Millennial investors stand to inherit $30T of potential assets from baby boomers. To attract and retain this next-generation of investors, advisors need to offer sustainability, clean energy, and social impact investing strategies.
Impact investing — allocating or withholding investments based on environmental, social, and governance (ESG) principles — has been largely driven by high net worth (HNI) individuals like Bill Gates and Bono.
Now individual investors are turning their attention to the social impact of their portfolio investments and seeking out these “double bottom line” investments.
A new crop of wealth tech startups, including robo-advisors Motif Investing and Wahed Invest, are creating low-account minimum, low-fee investment products aligned with investors’ social, religious, or economic values.
What’s at stake?
Millennials stand to inherit approximately $30T from their parents, the baby boomers, in the coming decades, and both upstarts and advisors are vying for a piece of the pie.
Startups are especially well-positioned to establish credibility with young investors because many do not trust banks after the 2008-2009 financial crisis. Already robo-advisors like Acorns have had success with digital-first investment products that offer low fees and better digital interfaces. Now these companies are specifically targeting younger investors with an emphasis on social impact investing.
While it is an open question whether this supposedly fickle demographic will stay loyal to upstart investing platforms as they grow wealthier, incumbents that fail to gain traction with newer investors could miss out on a big long-term opportunity.
Using CB Insights’ trends tool, we see that the term impact investing has been on the rise in the media for the past few years. However, it’s recently gained notable traction and we believe it is still early innings. We expect impact investing to be a major trend in 2018.
In this brief, we look at why we’re watching impact investing and spotlight a few wealth tech startups helping investors pad their portfolios and their conscience.
There are massive demographic shifts underway in wealth management. Millennials are now the largest generation in the workforce and 2x more likely than the average investor to make a sustainable investment.
Social issues like climate change and gun-control are top of mind for the next-generation, and 75% of millennial investors believe their investments can influence change, according to one survey conducted by Morgan Stanley.
Further, impact investing is a growing part of the wealth management market. In 2016, it’s estimated that sustainable investment assets grew to $22.89T globally, up 25% from 2014 according to the Global Sustainable Investment Alliance (GSIA).
Though many institutions have a wealth management division that offers socially responsible investment (SRIs) funds, in many cases only HNIs can meet the financial qualifcations and accredidation requirements to invest.
Under pressure from investors, we anticipate insitutions will look for new ways to grow their impact investing strategies. Goldman Sachs for example, acquired Imprint Capital, an ESG invesment fund in 2015 and lauched an invesment arm dedicated to impact investing as part of the Asset Management (GSAM) group.
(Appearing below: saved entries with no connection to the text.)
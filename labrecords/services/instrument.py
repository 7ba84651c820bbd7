"""Instruments and calibrations: recorded, superseded, withdrawn."""

from __future__ import annotations

from collections.abc import Sequence
from datetime import date
from decimal import Decimal
from typing import Any

from django.db import transaction
from django.utils import timezone

from labrecords.errors import refuse_if
from labrecords.models import Instrument, InstrumentCalibration, Meaning, User
from labrecords.queries.lineage import runs_resting_on, standardizations_resting_on
from labrecords.rules.instrument_register import (
    objections_to_calibrating,
    objections_to_recording_instrument,
    objections_to_superseding_instrument,
    objections_to_withdrawing_calibration,
    objections_to_withdrawing_instrument,
)  # fmt: skip
from labrecords.rules.review import objections_to_reason
from labrecords.services import audit
from labrecords.services.number import reserve_name
from labrecords.services.question import raise_questions_on, raise_questions_on_runs
from labrecords.services.signature import Credentials, sign
from labrecords.services.stored_file import Certificate, store_certificate


@transaction.atomic(durable=True)
def record_instrument(
    *, by: User, identifier: str, kind: str, unit: str, resolution: Decimal, tolerance: Decimal,
    capacity: Decimal | None = None, description: str = "", place: str = "",
) -> Instrument:  # fmt: skip
    """Record an instrument; it is used once it has a calibration."""
    instrument = Instrument(
        identifier=identifier, kind=kind, unit=unit, resolution=resolution, tolerance=tolerance,
        capacity=capacity,
        description=description, place=place,
    )  # fmt: skip
    reserve_name("instrument", identifier)
    refuse_if(objections_to_recording_instrument(instrument, by=by))
    with audit.event("instrument.record", by=by, subject=identifier):
        instrument.save()
    return instrument


@transaction.atomic(durable=True)
def supersede_instrument(instrument: Instrument, *, by: User, reason: str, **new: Any) -> Instrument:
    """Replace an entry by a corrected one under another identifier; the old one stays with its uses."""
    instrument = _locked(instrument)
    successor = Instrument(**new)
    reserve_name("instrument", successor.identifier)
    refuse_if(
        [
            *objections_to_superseding_instrument(instrument, by=by),
            *objections_to_recording_instrument(successor, by=by),
            *objections_to_reason(reason, what="the instrument is superseded"),
        ]
    )
    with audit.event("instrument.supersede", by=by, subject=instrument.identifier, reason=reason):
        successor.save()
        instrument.superseded_by = successor
        instrument.save(update_fields=["superseded_by"])
    return successor


@transaction.atomic(durable=True)
def withdraw_instrument(instrument: Instrument, *, by: User, reason: str) -> Instrument:
    """Take an instrument out of use; what was done with it stays."""
    instrument = _locked(instrument)
    refuse_if(
        [
            *objections_to_withdrawing_instrument(instrument, by=by),
            *objections_to_reason(reason, what="the instrument is withdrawn"),
        ]
    )
    with audit.event("instrument.withdraw", by=by, subject=instrument.identifier, reason=reason) as event:
        instrument.withdrawn_at, instrument.withdrawn_reason = event.at, reason
        instrument.save(update_fields=["withdrawn_at", "withdrawn_reason"])
    return instrument


@transaction.atomic(durable=True)
def record_calibration(
    instrument: Instrument, *, by: User, calibrated_on: date, due_on: date, performed_by: str,
    uncertainty: Decimal | None = None, corrections: Sequence[Sequence[str]] = (),
    slope_percent: Decimal | None = None,
    remarks: str = "", certificate: Certificate | None = None,
) -> InstrumentCalibration:  # fmt: skip
    """Record a calibration, with its certificate as (name, media type, bytes) where there is one."""
    calibration = InstrumentCalibration(
        instrument=_locked(instrument), calibrated_on=calibrated_on, due_on=due_on, performed_by=performed_by,
        uncertainty=uncertainty, corrections=[list(row) for row in corrections], slope_percent=slope_percent,
        remarks=remarks,
    )  # fmt: skip
    with audit.event("instrument.calibrate", by=by, subject=instrument.identifier) as event:
        refuse_if(objections_to_calibrating(calibration, by=by, today=timezone.localtime(event.at).date()))
        if certificate is not None:
            calibration.certificate = store_certificate(certificate, by=by, at=event.at)
        calibration.save()
    return calibration


@transaction.atomic(durable=True)
def withdraw_calibration(
    calibration: InstrumentCalibration, *, by: User, credentials: Credentials, reason: str
) -> InstrumentCalibration:
    """Withdraw a calibration that proved wrong; everything measured under it is put in question."""
    calibration = (
        InstrumentCalibration.objects.select_for_update(of=("self",))
        .select_related("instrument")
        .get(pk=calibration.pk)
    )
    refuse_if(
        [
            *objections_to_withdrawing_calibration(calibration, by=by),
            *objections_to_reason(reason, what="the calibration is withdrawn"),
        ]
    )
    identifier = calibration.instrument.identifier
    because = f"Calibration of {identifier} of {calibration.calibrated_on:%-d %b %Y} is withdrawn: {reason}"
    with audit.event("instrument.withdraw_calibration", by=by, subject=identifier, reason=reason) as event:
        calibration.withdrawn_at, calibration.withdrawn_reason = event.at, reason
        calibration.save(update_fields=["withdrawn_at", "withdrawn_reason"])
        sign(
            Meaning.WITHDRAWN, by=by, credentials=credentials, noun="calibration", record_id=calibration.pk,
            number=str(calibration), content={"noun": "calibration", "instrument": identifier,
            "reason": reason},
            reason=reason, zone=timezone.get_current_timezone_name(),
        )  # fmt: skip
        _question_uses(calibration, because=because, by=by)
    return calibration


def _question_uses(calibration: InstrumentCalibration, *, because: str, by: User) -> None:
    """Each record once, also where a run used the instrument and rests on a standardization that did."""
    uses = list(calibration.uses.all())
    standardizations = [use.standardization_id for use in uses if use.standardization_id]
    raise_questions_on(standardizations, because=because, by=by)
    resting = set(runs_resting_on(standardizations_resting_on(standardizations)))
    runs = [use.run_id for use in uses if use.run_id and use.run_id not in resting]
    raise_questions_on_runs(runs, because=because, by=by)


def _locked(instrument: Instrument) -> Instrument:
    found = Instrument.objects.select_for_update(of=("self",)).select_related("superseded_by")
    return found.get(pk=instrument.pk)
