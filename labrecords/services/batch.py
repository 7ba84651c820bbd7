"""Batches and samples: recorded, and the decision on a batch, signed."""

from __future__ import annotations

from datetime import date, datetime

from django.db import transaction
from django.utils import timezone

from labrecords.errors import refuse_if, sure_of
from labrecords.models import Batch, BatchState, ControlSample, Meaning, Product, Sample, User
from labrecords.queries.batch import as_signed
from labrecords.queries.product import effective_specification
from labrecords.rules.batch import (
    objections_to_holding,
    objections_to_recording_batch,
    objections_to_recording_sample,
    objections_to_rejecting,
    objections_to_releasing,
)  # fmt: skip
from labrecords.rules.review import objections_to_reason
from labrecords.services import audit
from labrecords.services.number import reserve_name
from labrecords.services.signature import Credentials, sign


@transaction.atomic(durable=True)
def record_batch(*, by: User, number: str, product: Product, made_on: date, size: str = "") -> Batch:
    """Record a batch under the specification of its product that is effective now."""
    batch = Batch(number=number, product=product, made_on=made_on, size=size)
    specification = effective_specification(product)
    reserve_name("batch", number)
    with audit.event("batch.record", by=by, subject=number) as event:
        today = timezone.localtime(event.at).date()
        refuse_if(objections_to_recording_batch(batch, by=by, specification=specification, today=today))
        batch.specification = sure_of(specification)
        batch.save()
    return batch


@transaction.atomic(durable=True)
def record_sample(
    *,
    by: User,
    number: str,
    drawn_at: datetime,
    drawn_by: str,
    batch: Batch | None = None,
    control_sample: ControlSample | None = None,
    place: str = "",
    is_urgent: bool = False,
) -> Sample:
    """Record what was drawn, from a batch or from a control material."""
    sample = Sample(
        number=number, batch=batch, control_sample=control_sample, drawn_at=drawn_at, drawn_by=drawn_by,
        place=place, is_urgent=is_urgent, recorded_by=by,
    )  # fmt: skip
    reserve_name("sample", number)
    with audit.event("sample.record", by=by, subject=number) as event:
        refuse_if(objections_to_recording_sample(sample, by=by, now=event.at))
        sample.save()
    return sample


@transaction.atomic(durable=True)
def void_sample(sample: Sample, *, by: User, reason: str) -> Sample:
    """Mark a sample as not to be tested; only while nothing was run on it."""
    sample = Sample.objects.select_for_update(of=("self",)).get(pk=sample.pk)
    refuse_if(
        [
            *objections_to_reason(reason, what="the sample is void"),
            *([f"Sample {sample.number} has runs; void those first."] if sample.runs.exclude(state="void") else []),
            *([] if by.is_analyst or by.is_supervisor else ["An analyst or a supervisor voids samples."]),
        ]
    )
    sample.void_reason = reason
    with audit.event("sample.void", by=by, subject=sample.number, reason=reason):
        sample.save(update_fields=["void_reason"])
    return sample


@transaction.atomic(durable=True)
def release_batch(batch: Batch, *, by: User, credentials: Credentials, reason: str = "") -> Batch:
    """Sign "released by"."""
    batch = _locked(batch)
    refuse_if(objections_to_releasing(batch, by=by))
    return _disposed(batch, BatchState.RELEASED, Meaning.RELEASED, by=by, credentials=credentials, reason=reason)


@transaction.atomic(durable=True)
def reject_batch(batch: Batch, *, by: User, credentials: Credentials, reason: str) -> Batch:
    """Sign "rejected by", with the reason."""
    batch = _locked(batch)
    refuse_if([*objections_to_rejecting(batch, by=by), *objections_to_reason(reason, what="the batch is rejected")])
    return _disposed(batch, BatchState.REJECTED, Meaning.REJECTED, by=by, credentials=credentials, reason=reason)


@transaction.atomic(durable=True)
def hold_batch(batch: Batch, *, by: User, credentials: Credentials, reason: str) -> Batch:
    """Sign "held by", with the reason; a held batch may still be released or rejected."""
    batch = _locked(batch)
    refuse_if([*objections_to_holding(batch, by=by), *objections_to_reason(reason, what="the batch is held")])
    return _disposed(batch, BatchState.ON_HOLD, Meaning.HELD, by=by, credentials=credentials, reason=reason)


def _locked(batch: Batch) -> Batch:
    return Batch.objects.select_for_update(of=("self",)).select_related("product", "specification").get(pk=batch.pk)


def _disposed(
    batch: Batch, state: BatchState, meaning: Meaning, *, by: User, credentials: Credentials, reason: str
) -> Batch:
    verb = {BatchState.RELEASED: "release", BatchState.REJECTED: "reject", BatchState.ON_HOLD: "hold"}[state]
    with audit.event(f"batch.{verb}", by=by, subject=batch.number, reason=reason) as event:
        batch.state, batch.disposition_reason = state, reason
        batch.disposed_by, batch.disposed_at = by, event.at
        batch.save(update_fields=["state", "disposition_reason", "disposed_by", "disposed_at"])
        sign(
            meaning, by=by, credentials=credentials, noun="batch", record_id=batch.pk, number=batch.number,
            content=as_signed(batch), reason=reason, zone=timezone.get_current_timezone_name(),
        )  # fmt: skip
    return batch
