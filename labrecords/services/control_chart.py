"""Control charts and their limits: set from a baseline, signed, frozen, then used."""

from __future__ import annotations

from collections.abc import Mapping, Sequence
from typing import Any

from django.db import transaction
from django.utils import timezone

from labrecords.errors import refuse_if
from labrecords.models import (
    ControlChart,
    ControlLimits,
    ControlSample,
    Instrument,
    Meaning,
    Method,
    Titrant,
    User,
    VersionState,
)
from labrecords.queries.control_chart import limits_as_signed, limits_from_baseline, points_of
from labrecords.rules.control_chart import objections_to_recording_chart, objections_to_setting_limits
from labrecords.services import audit
from labrecords.services.signature import Credentials, sign


@transaction.atomic(durable=True)
def record_chart(
    *,
    by: User,
    code: str,
    title: str,
    control_sample: ControlSample | None = None,
    titrant: Titrant | None = None,
    method: Method | None = None,
    instrument: Instrument | None = None,
) -> ControlChart:
    """Record a chart of a control sample's results, a titrant's lots, a method's blank or an electrode's slope."""
    of: dict[str, Any] = {
        "title": title, "control_sample": control_sample, "titrant": titrant, "method": method,
        "instrument": instrument,
    }  # fmt: skip
    refuse_if(objections_to_recording_chart(code, by=by, **of))
    with audit.event("control_chart.record", by=by, subject=code):
        return ControlChart.objects.create(code=code, **of)


@transaction.atomic(durable=True)
def set_limits(
    chart: ControlChart,
    *,
    by: User,
    credentials: Credentials,
    baseline: Sequence[int],
    excluded: Mapping[int, str],
    rules: Sequence[str],
    reason: str,
    also: Sequence[str] = (),
    memory: Mapping[str, float] | None = None,
) -> ControlLimits:
    """Compute limits from the chosen baseline and sign them into force as the next version.

    ``baseline`` and ``excluded`` name points by key; each exclusion carries its sentence. ``also`` names the charts
    with memory whose signals count, ``memory`` their settings (ewma_weight, ewma_width, cusum_reference,
    cusum_interval).
    """
    chart = ControlChart.objects.select_for_update(of=("self",)).get(pk=chart.pk)
    points = points_of(chart)
    chosen: dict[str, Any] = {"baseline": baseline, "excluded": excluded, "rules": rules, "also": also}
    refuse_if(objections_to_setting_limits(chart, by=by, points=points, reason=reason, memory=memory, **chosen))
    last = chart.limits.order_by("-number").first()
    computed = limits_from_baseline(points, baseline=baseline, excluded=excluded)
    with audit.event("control_chart.set_limits", by=by, subject=chart.code, reason=reason) as event:
        for earlier in chart.limits.filter(state=VersionState.EFFECTIVE):
            earlier.state = VersionState.SUPERSEDED
            earlier.save(update_fields=["state"])
        limits = ControlLimits.objects.create(
            chart=chart, number=last.number + 1 if last else 1, state=VersionState.EFFECTIVE,
            centre=computed.centre, sigma=computed.sigma, mean_moving_range=computed.mean_moving_range,
            baseline=list(dict.fromkeys(baseline)), rules=list(dict.fromkeys(rules)), reason=reason,
            excluded=[{"calculation": key, "why": why} for key, why in excluded.items()],
            effective_from=event.at, also=list(dict.fromkeys(also)), **(memory or {}),
        )  # fmt: skip
        sign(
            Meaning.LIMITS_SET, by=by, credentials=credentials, noun="control_limits", record_id=limits.pk,
            number=str(limits), content=limits_as_signed(limits), reason=reason,
            zone=timezone.get_current_timezone_name(),
        )  # fmt: skip
    return limits
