"""Replicates and blanks: added, read, corrected, excluded. A reading is kept the moment its cell is left."""

from __future__ import annotations

import hashlib
from collections.abc import Mapping
from datetime import datetime
from decimal import Decimal
from typing import Any

from django.db import transaction

from labrecords.errors import refuse_if, sure_of
from labrecords.models import (
    Curve,
    Instrument,
    Replicate,
    ReplicateKind,
    Run,
    Standardization,
    UsedInstrument,
    User,
)
from labrecords.queries.instrument import calibration_at
from labrecords.queries.replicate import next_replicate_number
from labrecords.rules.replicate import (
    objections_to_adding,
    objections_to_attaching,
    objections_to_excluding,
    objections_to_readings,
)  # fmt: skip
from labrecords.services import audit
from labrecords.services.calculation import ask_for_calculation
from labrecords.services.stored_file import store_file

Record = Run | Standardization


@transaction.atomic(durable=True)
def add_replicate(record: Record, *, by: User, kind: str) -> Replicate:
    """Add an empty replicate or blank to an open record."""
    record = lock_record(record)
    refuse_if(objections_to_adding(record, by=by, kind=kind))
    with audit.event("replicate.add", by=by, subject=record.number) as event:
        return _added(record, by=by, at=event.at, kind=kind)


@transaction.atomic(durable=True)
def record_readings(
    replicate: Replicate, *, by: User, values: Mapping[str, Decimal | str | None], reason: str = ""
) -> Replicate:
    """Keep one or more cells of a titration: amount, start, end, temperature, observation.

    Filling an empty cell needs nothing more; changing a kept value is a correction and needs a reason.
    """
    record = lock_record_of(replicate)
    replicate = Replicate.objects.select_for_update(of=("self",)).get(pk=replicate.pk)
    changed = {field: value for field, value in values.items() if str(getattr(replicate, field, None)) != str(value)}
    if not changed:
        return replicate
    refuse_if(objections_to_readings(replicate, record=record, by=by, values=changed, reason=reason))
    corrected = [field for field in changed if getattr(replicate, field) not in (None, "")]
    for field, value in changed.items():
        setattr(replicate, field, value)
    replicate.corrections += len(corrected)
    action = "replicate.correct" if corrected else "replicate.record"
    with audit.event(action, by=by, subject=record.number, reason=reason) as event:
        replicate.save(update_fields=[*changed, "corrections"])
        ask_for_calculation(record, by=by, at=event.at)
    return replicate


@transaction.atomic(durable=True)
def exclude_replicate(replicate: Replicate, *, by: User, cause: str, sentence: str) -> Replicate:
    """Take a replicate out of the calculation for an assignable cause; it stays on the record."""
    record = lock_record_of(replicate)
    replicate = Replicate.objects.select_for_update(of=("self",)).get(pk=replicate.pk)
    refuse_if(objections_to_excluding(replicate, record=record, by=by, cause=cause, sentence=sentence))
    with audit.event("replicate.exclude", by=by, subject=record.number, reason=sentence) as event:
        replicate.is_excluded, replicate.exclusion_cause, replicate.exclusion_sentence = True, cause, sentence
        replicate.excluded_by, replicate.excluded_at = by, event.at
        replicate.save()
        ask_for_calculation(record, by=by, at=event.at)
    return replicate


@transaction.atomic(durable=True)
def attach_curve(
    replicate: Replicate, *, by: User, name: str, media_type: str, content: bytes, curve: Mapping[str, Any]
) -> Replicate:
    """Keep a recorded curve and its file byte for byte with a replicate that has no readings yet.

    ``curve`` has quantity, mapping, volumes, readings and notes as the reader of curve files gave them.
    """
    record = lock_record_of(replicate)
    replicate = Replicate.objects.select_for_update(of=("self",)).get(pk=replicate.pk)
    digest = hashlib.sha256(content).hexdigest()
    refuse_if(objections_to_attaching(replicate, record=record, by=by, digest=digest, quantity=curve["quantity"]))
    with audit.event("curve.record", by=by, subject=record.number) as event:
        file = store_file(name, media_type=media_type, content=content, by=by, at=event.at)
        replicate.curve = Curve.objects.create(file=file, recorded_by=by, recorded_at=event.at, **curve)
        replicate.save(update_fields=["curve"])
        ask_for_calculation(record, by=by, at=event.at)
    return replicate


def add_first_replicates(record: Record, *, by: User, at: datetime, replicates: int, blanks: int) -> None:
    """The empty rows a new sheet starts with; called inside the starting service."""
    for kind, count in ((ReplicateKind.BLANK, blanks), (ReplicateKind.SAMPLE, replicates)):
        for _ in range(count):
            _added(record, by=by, at=at, kind=kind)


def record_used_instruments(record: Record, instruments: Mapping[str, Instrument], *, at: datetime) -> None:
    """Fix each instrument in its part with the calibration that holds; called inside the starting service."""
    for part, instrument in instruments.items():
        UsedInstrument.objects.create(
            **_owner(record), part=part, instrument=instrument, calibration=sure_of(calibration_at(instrument, at=at))
        )


def lock_record(record: Record) -> Record:
    """The record, locked; what is read and what is refused then belong together."""
    if isinstance(record, Run):
        return Run.objects.select_for_update(of=("self",)).select_related("method_version__method").get(pk=record.pk)
    return Standardization.objects.select_for_update(of=("self",)).select_related("lot__titrant").get(pk=record.pk)


def lock_record_of(replicate: Replicate) -> Record:
    """The record a replicate belongs to, locked."""
    owner = Run(pk=replicate.run_id) if replicate.run_id else Standardization(pk=replicate.standardization_id)
    return lock_record(owner)


def _added(record: Record, *, by: User, at: datetime, kind: str) -> Replicate:
    return Replicate.objects.create(
        **_owner(record),
        kind=kind,
        number=next_replicate_number(record, kind=kind),
        entered_by=by,
        entered_at=at,
    )


def _owner(record: Record) -> dict[str, Record]:
    return {"run": record} if isinstance(record, Run) else {"standardization": record}
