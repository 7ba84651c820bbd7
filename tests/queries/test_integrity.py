"""The integrity check names what somebody with the superuser's password altered, whichever way round.

The enemy of these tests works with every trigger switched off: tests/support/enemy.py.
"""

from __future__ import annotations

from pathlib import Path

import pytest
from django.core.management import CommandError, call_command
from django.db import connection

from labrecords.models import AuditCheckpoint, AuditEvent, AuditLeaf, Calculation, Run, Signature
from labrecords.queries.integrity import checks, simulated_events
from labrecords.services import audit
from labrecords.services.seal import anchor, seal_trail
from tests.factories.bench import Bench, approved_run, approved_standardization
from tests.factories.register import some_instrument

pytestmark = pytest.mark.django_db


@pytest.fixture(autouse=True)
def _anchor_file(settings, tmp_path: Path) -> None:
    settings.ANCHOR_FILE = tmp_path / "anchors.txt"


@pytest.fixture
def run(bench: Bench) -> Run:
    """An approved run on an approved standardization, its trail sealed and anchored."""
    approved_standardization(bench)
    run = approved_run(bench)
    sealed()
    return run


def sealed() -> AuditCheckpoint:
    """Seal, and anchor at once: the test's transaction never ends."""
    checkpoint = seal_trail()
    assert checkpoint is not None
    anchor(checkpoint)
    return checkpoint


def findings() -> list[str]:
    return [finding for check in checks().values() for finding in check()]


def only_finding(sentence: str) -> None:
    """One finding, and it says this."""
    found = findings()
    assert len(found) == 1, found
    assert sentence in found[0]


def test_nothing_is_found_where_nothing_was_done(run: Run) -> None:
    assert findings() == []
    call_command("check_integrity")


def test_altered_row_is_named(run: Run, as_enemy) -> None:
    as_enemy("UPDATE labrecords_run SET void_reason = 'made up' WHERE id = %s", run.pk)
    only_finding(f"Row {run.pk} of labrecords_run is not what the trail says it became.")


def test_altered_reading_is_named_by_its_row_and_by_its_signature(run: Run, as_enemy) -> None:
    reading = run.replicates.get(kind="sample", number=2)
    as_enemy("UPDATE labrecords_replicate SET \"end\" = '12.31' WHERE id = %s", reading.pk)
    assert findings() == [
        f"Row {reading.pk} of labrecords_replicate is not what the trail says it became.",
        f"{run.number} is not what its reviewer signed.",
    ]


def test_column_that_came_later_has_its_value_of_then(bench: Bench, as_enemy) -> None:
    """A row from before a migration says nothing of the new column; another value than the first is named."""
    approved_standardization(bench)
    as_enemy("UPDATE labrecords_auditchange SET after = after - 'buoyancy' WHERE table_name = 'labrecords_titrant'")
    sealed()
    assert findings() == []
    as_enemy("UPDATE labrecords_titrant SET buoyancy = true")
    only_finding(f"Row {bench.titrant.pk} of labrecords_titrant is not what the trail says it became.")


def test_deleted_row_is_named(run: Run, as_enemy) -> None:
    reading = run.replicates.get(kind="blank")
    as_enemy("DELETE FROM labrecords_replicate WHERE id = %s", reading.pk)
    assert f"Row {reading.pk} of labrecords_replicate is on the trail and gone from the table." in findings()


def test_row_written_from_below_is_named_even_in_an_empty_table(run: Run, as_enemy) -> None:
    as_enemy("INSERT INTO labrecords_product (id, code, name) VALUES (7, 'X', 'made up')")
    only_finding("Row 7 of labrecords_product stands outside the trail.")


def test_change_of_the_trail_that_covers_a_change_of_a_row_is_named(run: Run, as_enemy) -> None:
    """The cleverer enemy alters the row, the trail and the signature alike: the seal says so."""
    as_enemy("UPDATE labrecords_sample SET place = 'elsewhere'")
    as_enemy(
        "UPDATE labrecords_auditchange SET after = jsonb_set(after, '{place}', '\"elsewhere\"')"
        " WHERE table_name = 'labrecords_sample'"
    )
    event = AuditEvent.objects.get(action="sample.record")
    only_finding(f"Event {event.pk} (sample.record CS-A-1) was altered after it was sealed")


@pytest.mark.parametrize(
    "change",
    ["actor_name = 'Nobody'", "reason = 'made up'", "occurred_at = occurred_at - interval '1 hour'"],
)
def test_altered_event_is_named(run: Run, as_enemy, change: str) -> None:
    event = AuditEvent.objects.get(action="run.approve")
    as_enemy(f"UPDATE labrecords_auditevent SET {change} WHERE id = %s", event.pk)
    only_finding(f"Event {event.pk} (run.approve {run.number}) was altered after it was sealed")


def test_event_cut_out_of_the_tree_is_named(run: Run, as_enemy) -> None:
    leaf = AuditLeaf.objects.get(event__action="run.submit")
    as_enemy("DELETE FROM labrecords_auditleaf WHERE position = %s", leaf.position)
    assert f"Place {leaf.position} of the sealed trail is missing." in findings()


def test_tree_sealed_anew_without_the_key_is_named(run: Run, as_enemy, settings) -> None:
    size, key = AuditLeaf.objects.count(), settings.SEALING_KEY
    as_enemy("DELETE FROM labrecords_auditleaf")
    as_enemy("DELETE FROM labrecords_auditcheckpoint")
    as_enemy("UPDATE labrecords_auditevent SET reason = 'made up' WHERE action = 'run.approve'")
    settings.SEALING_KEY = "guessed"
    assert seal_trail() is not None
    settings.SEALING_KEY = key
    found = findings()
    assert f"The mark of the checkpoint at {size} events is not this laboratory's." in found
    assert f"The anchor file has another root at {size} events than the database." in found


def test_tail_cut_off_with_its_checkpoint_is_named_by_the_anchor(run: Run, as_enemy, bench: Bench) -> None:
    first = AuditLeaf.objects.count()
    some_instrument(bench.supervisor, identifier="B-99")
    last = sealed()
    as_enemy("DELETE FROM labrecords_auditleaf WHERE position >= %s", first)
    as_enemy("DELETE FROM labrecords_auditcheckpoint WHERE tree_size > %s", first)
    only_finding(f"The anchor file has a checkpoint at {last.tree_size} events, and the database has none.")


def test_anchor_file_that_is_not_readable_is_named(run: Run, settings) -> None:
    with settings.ANCHOR_FILE.open("ab") as file:
        file.write(b"\xff\xfe nonsense\n")
    only_finding("The anchor file has a checkpoint at -1 events")


def test_signature_over_other_content_is_named(run: Run, as_enemy) -> None:
    signature = Signature.objects.get(noun="run", record_id=run.pk, meaning="reviewed by")
    as_enemy(
        "UPDATE labrecords_signature SET content = replace(content, '12.30', '12.31') WHERE id = %s",
        signature.pk,
    )
    found = findings()
    assert f"Signature {signature.pk} on {run.number} does not cover its stored content." in found
    assert f"{run.number} is not what its reviewer signed." in found


def test_signature_of_the_same_person_is_named(run: Run, as_enemy, bench: Bench) -> None:
    as_enemy(
        "UPDATE labrecords_signature SET signer_id = %s WHERE record_number = %s AND meaning = 'reviewed by'",
        bench.analyst.pk,
        run.number,
    )
    assert f"{run.number} is approved without the signature of a second person." in findings()


def test_calculation_with_other_inputs_is_named(run: Run, as_enemy) -> None:
    calculation = Calculation.objects.get(run=run)
    as_enemy("UPDATE labrecords_calculation SET inputs = inputs || ' ' WHERE id = %s", calculation.pk)
    assert f"Calculation {calculation.pk} has other inputs than it was made from." in findings()


def test_result_out_of_specification_without_an_investigation_is_named(run: Run, as_enemy) -> None:
    as_enemy("UPDATE labrecords_calculation SET outcome = 'does_not_conform' WHERE id = %s", run.calculation_id)
    assert f"{run.number} is out of specification and was never investigated." in findings()


def test_number_that_is_missing_is_named(run: Run, as_enemy) -> None:
    as_enemy("UPDATE labrecords_numberseries SET last = 2 WHERE series = 'R'")
    only_finding("Series R-26- gave 2 numbers and 1 records have one.")


def test_trigger_that_is_switched_off_is_named(run: Run, as_enemy) -> None:
    as_enemy("ALTER TABLE labrecords_replicate DISABLE TRIGGER write_change")
    only_finding("Changes of labrecords_replicate are not written on the trail")


def test_check_integrity_fails_and_says_what_to_do(run: Run, as_enemy, capsys) -> None:
    as_enemy("UPDATE labrecords_run SET void_reason = 'made up'")
    with pytest.raises(CommandError, match=r"1 findings\. Keep the database as it is"):
        call_command("check_integrity")
    assert f"Row {run.pk} of labrecords_run" in capsys.readouterr().out


def test_simulated_events_are_counted(bench: Bench, as_owner) -> None:
    assert simulated_events() == 0
    with as_owner(), connection.cursor() as cursor:
        cursor.execute("SELECT set_config('labrecords.simulated_clock', '2020-01-01T00:00:00Z', false)")
        with audit.event("x.y", by=bench.analyst):
            pass
    assert simulated_events() == 1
Next-gen wealth management platforms
Startups like robo-advisors Motif Investing and Wahed Invest are leveraging 2 types of impact investing practices, positive and negative screening respectively, to empower investors to make investments that align with their beliefs.
Motif Investing’s Impact Portfolios use “positive screening” to align investor’s financial goals with their values — like mitigating climate change — and charge a competitive 0.25% flat annual management fee.
Motif offers a B2C digital platform that allows investors to sign up directly with Motif and a B2B white-label that is already being used by Goldman Sachs and JP Morgan Chase (which also invested in the company), among other institutions.
White-labeling Motif’s software is one way large institutions can offer impact investing portfolios to mass affluent customers and compete for the next-generation of investors without having to build the platforms in-house.
Wahed Invest is a halal-focused automated portfolio advisory that appeals to Islamic investors because all investments go through “negative screening” to avoid investing in companies — such as alcohol, tobacco, arms, and gambling companies — that contradict their investor’s religious beliefs. Wahed is currently exclusively a B2C platform.
Beyond robo-advisors, Swell Investing offers taxable brokerage accounts and individual retirement accounts (IRAs) that let investors select from thematic funds based on ESG principles. This inlcudes funds like “green tech,” which holds positions in Eaton, a manuafaturer of hybrid power products that conserve energy spending.
Aspiration is another impact investing-focused company which provides digital retail banking and investing services like checking accounts, and donates a percentage of the company’s revenues to charities.
In 2018, as young people show continued engagement with social issues, we expect the demand for ethical investment vehicles to grow. And as these products become more mainstream, we may see demand for ESG investment products rise among incumbent financial institutions’ older clients looking to align their portfolios with their values.